I just turned 35 this month. For some reason, this birthday feels different, like I had attached something to the number 35, half way through my 30's you know. Numbers, huh. My toddler asked me how many numbers I was when we celebrated my birthday and he couldn't process 35 because he is three. The thing is, I don't usually feel 35 but then I looked in the mirror this week and I saw it. I had just put my face oil on one morning and I just saw a hag. Yep, I said to my husband "look at this hag"... I know, I know, that is NOT a positive vibe and I really do try to be positive and encouraging. I sort of feel like a faker. I will tell everyone and anyone to love themselves but apparently I can't abide by my own rules. I looked in the mirror and I saw someone that I almost don't recognize. I don't really like feeling this way. So, I'm putting it here and talking about it.

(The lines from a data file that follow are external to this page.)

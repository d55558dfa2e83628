import type {
  CustomSeriesOption,
  EChartsOption,
  LineSeriesOption,
  TooltipComponentOption,
  YAXisComponentOption,
} from 'echarts';
import { formatNumber, formatValue } from '@shared/format/numbers';
import { formatDayAndTime } from '@shared/format/room-time';
import type { ChartColours } from './chart-colours';
import type { ChartLimit, ChartLine, ChartMark, ChartSpan, WantedSpan } from './chart-data';
import { envelope, lampLine, limitLevel, markLines, nightShade, wantedBand } from './chart-layers';
import { outsideSegments, type PenPoint } from './outside-segments';
import { roomTicks, tickLabel } from './room-ticks';

/** Everything that a chart draws. */
export interface ChartContent {
  readonly lines: readonly ChartLine[];
  readonly wanted: readonly WantedSpan[];
  readonly lamps: readonly ChartSpan[];
  readonly nights: readonly ChartSpan[];
  readonly marks: readonly ChartMark[];
  /** A limit that was passed; null where there is none to show. */
  readonly limit: ChartLimit | null;
  /** The whole span that can be shown. */
  readonly span: ChartSpan;
  /** IANA name of the room's time zone. */
  readonly zone: string;
}

/** How it is drawn. */
export interface ChartManner {
  readonly colours: ChartColours;
  /** Breadth of the chart [px], for the number of its ticks. */
  readonly breadth: number;
  readonly isStill: boolean;
}

const textFont = "'Atkinson Hyperlegible Next Variable', system-ui, sans-serif";
const tickBreadth = 80;
const dashes: readonly LineSeriesOption['lineStyle'][] = [
  { type: 'solid' },
  { type: [7, 4] },
  { type: [2, 3] },
  { type: [9, 3, 2, 3] },
];

/** What ECharts draws for a chart, zoomed to a span. */
export function chartOption(content: ChartContent, shown: ChartSpan, manner: ChartManner): EChartsOption {
  const { colours } = manner;
  const units = unitsOf(content.lines);
  return {
    animation: !manner.isStill,
    animationDuration: 250,
    textStyle: { fontFamily: textFont, color: colours.secondInk },
    grid: { left: 52, right: units.length > 1 ? 52 : 14, top: 18, bottom: 28 },
    xAxis: {
      type: 'value',
      min: content.span.from,
      max: content.span.to,
      axisLine: { onZero: false, lineStyle: { color: colours.rule } },
      splitLine: { show: false },
      axisPointer: { show: true, label: { show: false }, lineStyle: { color: colours.edge, type: 'dashed' } },
      ...roomAxis(content.zone, shown, manner),
    },
    yAxis: units.map((unit, index) => valueAxis(unit, index, colours)),
    dataZoom: [
      {
        type: 'inside',
        filterMode: 'none',
        startValue: shown.from,
        endValue: shown.to,
        // The bare wheel belongs to the page.
        zoomOnMouseWheel: 'ctrl',
        preventDefaultMouseMove: false,
      },
    ],
    tooltip: tooltip(content, colours),
    series: [
      nightShade(content.nights, colours.sunk),
      wantedBand(content.wanted, colours.leekTint),
      lampLine(content.lamps, colours.lamp),
      markLines(content.marks, colours.frost, colours.sheet),
      ...limitSeries(content.limit, colours),
      ...content.lines.flatMap((line, index) => lineSeries(line, index, units.indexOf(line.unit), colours)),
      ...outsideSeries(content, colours),
    ],
  };
}

/** What changes when a chart is zoomed: the ticks, so that they stay round in the room's time. */
export function zoomOption(zone: string, shown: ChartSpan, manner: ChartManner): EChartsOption {
  return { xAxis: roomAxis(zone, shown, manner) };
}

function roomAxis(
  zone: string,
  shown: ChartSpan,
  { breadth, colours }: ChartManner,
): {
  axisTick: object;
  axisLabel: object;
} {
  const customValues = [...roomTicks(shown, Math.max(2, Math.floor(breadth / tickBreadth)), zone)];
  return {
    axisTick: { customValues, lineStyle: { color: colours.edge } },
    axisLabel: {
      customValues,
      color: colours.secondInk,
      hideOverlap: true,
      showMinLabel: true,
      showMaxLabel: true,
      formatter: (at: number) => tickLabel(at, shown, zone),
    },
  };
}

function unitsOf(lines: readonly ChartLine[]): readonly string[] {
  const units = [...new Set(lines.map(({ unit }) => unit))];
  return units.length === 0 ? [''] : units;
}

function valueAxis(unit: string, index: number, colours: ChartColours): YAXisComponentOption {
  return {
    type: 'value',
    scale: true,
    splitNumber: 3,
    position: index === 0 ? 'left' : 'right',
    axisLine: { show: false },
    axisTick: { show: false },
    axisLabel: { color: colours.secondInk, formatter: (value: number) => axisNumber(value) },
    splitLine: { show: index === 0, lineStyle: { color: colours.rule, width: 0.8 } },
    name: index === 0 ? undefined : unit,
    nameTextStyle: { color: colours.secondInk },
  };
}

function axisNumber(value: number): string {
  const decimals = [0, 1, 2].find((digits) => Math.abs(value - Number(value.toFixed(digits))) < 1e-9);
  return formatNumber(value, decimals ?? 3);
}

function lineColour(index: number, colours: ChartColours): string {
  return [colours.ink, colours.leek, colours.secondInk, colours.edge][index % 4] ?? colours.ink;
}

function lineSeries(
  line: ChartLine,
  index: number,
  axis: number,
  colours: ChartColours,
): (LineSeriesOption | CustomSeriesOption)[] {
  const color = lineColour(index, colours);
  const drawn: LineSeriesOption = {
    ...pen(
      `line-${index}`,
      line.points.map(([at, mean]) => [at, mean]),
    ),
    name: line.name,
    yAxisIndex: axis,
    z: 5,
    silent: false,
    tooltip: { show: true },
    color,
    lineStyle: { ...dashes[index % dashes.length], width: 1.6, color },
    showSymbol: isolated(line),
  };
  return [envelope(`envelope-${index}`, axis, line.points, color), drawn];
}

/** A single point between gaps has no line, so it needs a dot. */
function isolated({ points }: ChartLine): boolean {
  return points.length < 3;
}

function outsideSeries({ lines, wanted }: ChartContent, colours: ChartColours): LineSeriesOption[] {
  const [judged] = lines;
  if (judged === undefined) return [];
  const { above, below } = outsideSegments(judged.points, wanted);
  return [
    { ...pen('above', above), lineStyle: { width: 3, color: colours.ember } },
    { ...pen('below', below), lineStyle: { width: 3, color: colours.frost } },
  ];
}

function limitSeries(limit: ChartLimit | null, { ember, frost }: ChartColours): CustomSeriesOption[] {
  return limit === null ? [] : [limitLevel(limit, limit.isUpper ? ember : frost)];
}

function pen(id: string, data: readonly PenPoint[]): LineSeriesOption {
  return {
    id,
    type: 'line',
    data: [...data],
    connectNulls: false,
    showSymbol: false,
    silent: true,
    tooltip: { show: false },
    z: 6,
    emphasis: { disabled: true },
  };
}

function tooltip({ lines, zone }: ChartContent, colours: ChartColours): TooltipComponentOption {
  return {
    trigger: 'axis',
    confine: true,
    transitionDuration: 0,
    backgroundColor: colours.sheet,
    borderColor: colours.edge,
    textStyle: { color: colours.ink, fontSize: 13 },
    formatter: (found) => {
      const points = (Array.isArray(found) ? found : [found]).flatMap(({ seriesId, value }) => {
        const line = lines[Number(/^line-(\d+)$/.exec(seriesId ?? '')?.[1])];
        const [at, mean] = value as PenPoint;
        return line === undefined ? [] : [{ line, at, mean }];
      });
      const at = points[0]?.at;
      // Elements and not markup: a sensor's name is somebody's words.
      return at === undefined ? '' : tooltipElement(formatDayAndTime(at, zone), points);
    },
  };
}

function tooltipElement(
  when: string,
  points: readonly { line: ChartLine; mean: number | null }[],
): HTMLElement {
  const rows = points.map(({ line, mean }) => {
    const row = document.createElement('div');
    const value = document.createElement('b');
    value.textContent = formatValue(mean, line.unit, line.decimals);
    row.append(`${line.name} `, value);
    return row;
  });
  const element = document.createElement('div');
  element.append(when, ...rows);
  return element;
}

Aging is a natural part of life. If we're lucky, we get to age, right? Being appreciative for that every day, that's easier said than done. To be grateful for what I view as a deteriorating appearance, well, it just doesn't come naturally. Having a positive view of my looks has never been something that has been a strong suit of mine but I've managed to push through any rough patches. This is different though. Aging brings about change. With emotional and intellectual maturity comes the signs of aging. Boo.  I see the wrinkles around my eyes, the creases in my forehead. I see the dark circles and the gray hair coming in because I just have not had to do something about it. I am wearing my worry on my face (don't get me started on political climate aging me).  All of a sudden, I see the age and it's a real bummer. It's as if I woke up 4+ years after getting married and having kids and looked in the mirror again.


It's hard to say what can change this view of myself. I've had my picture taken recently, whether out and about or a shoot for my blog. When I look at these pictures, I automatically zone in on how very old I feel like I'm looking. "Why can't I age gracefully? Why is it so hard to lose weight? This is isn't reversible!" Here's the thing though, who says that I'm not aging gracefully? Not to get all "society blaming" but I look at men getting older and think, wow, has he gotten more handsome- I'm sort of programmed to think that way. Women do not get the same treatment and I say that with complete honesty, because I catch myself thinking, "she looks good for her age" when I should just be thinking that she looks good.


I cannot turn back time and I cannot do anything about the signs of aging that I'm not already physically doing. It's my attitude that has to change and it's not going to be easy but I can make it a priority, I think that I'm going to start by not being so hard on myself when I'm just getting through my days some days, you know? Starting tomorrow, I'm going to try to something, even if it's tiny, to make myself feel positively about myself. An affirmation about something I'm doing well, a dab of lipgloss and or how about not rolling my eyes when my husband says I'm pretty; this should help me ease into this new adventure called "acceptance of aging". Accepting that I am going to age is the first step. Being able to joke about having a metabolism once upon a time is the second step and counting myself lucky to have the experiences in life that bring about age, well that's the most important step. That's what I need to concentrate on. So yeah, that's how I feel about that.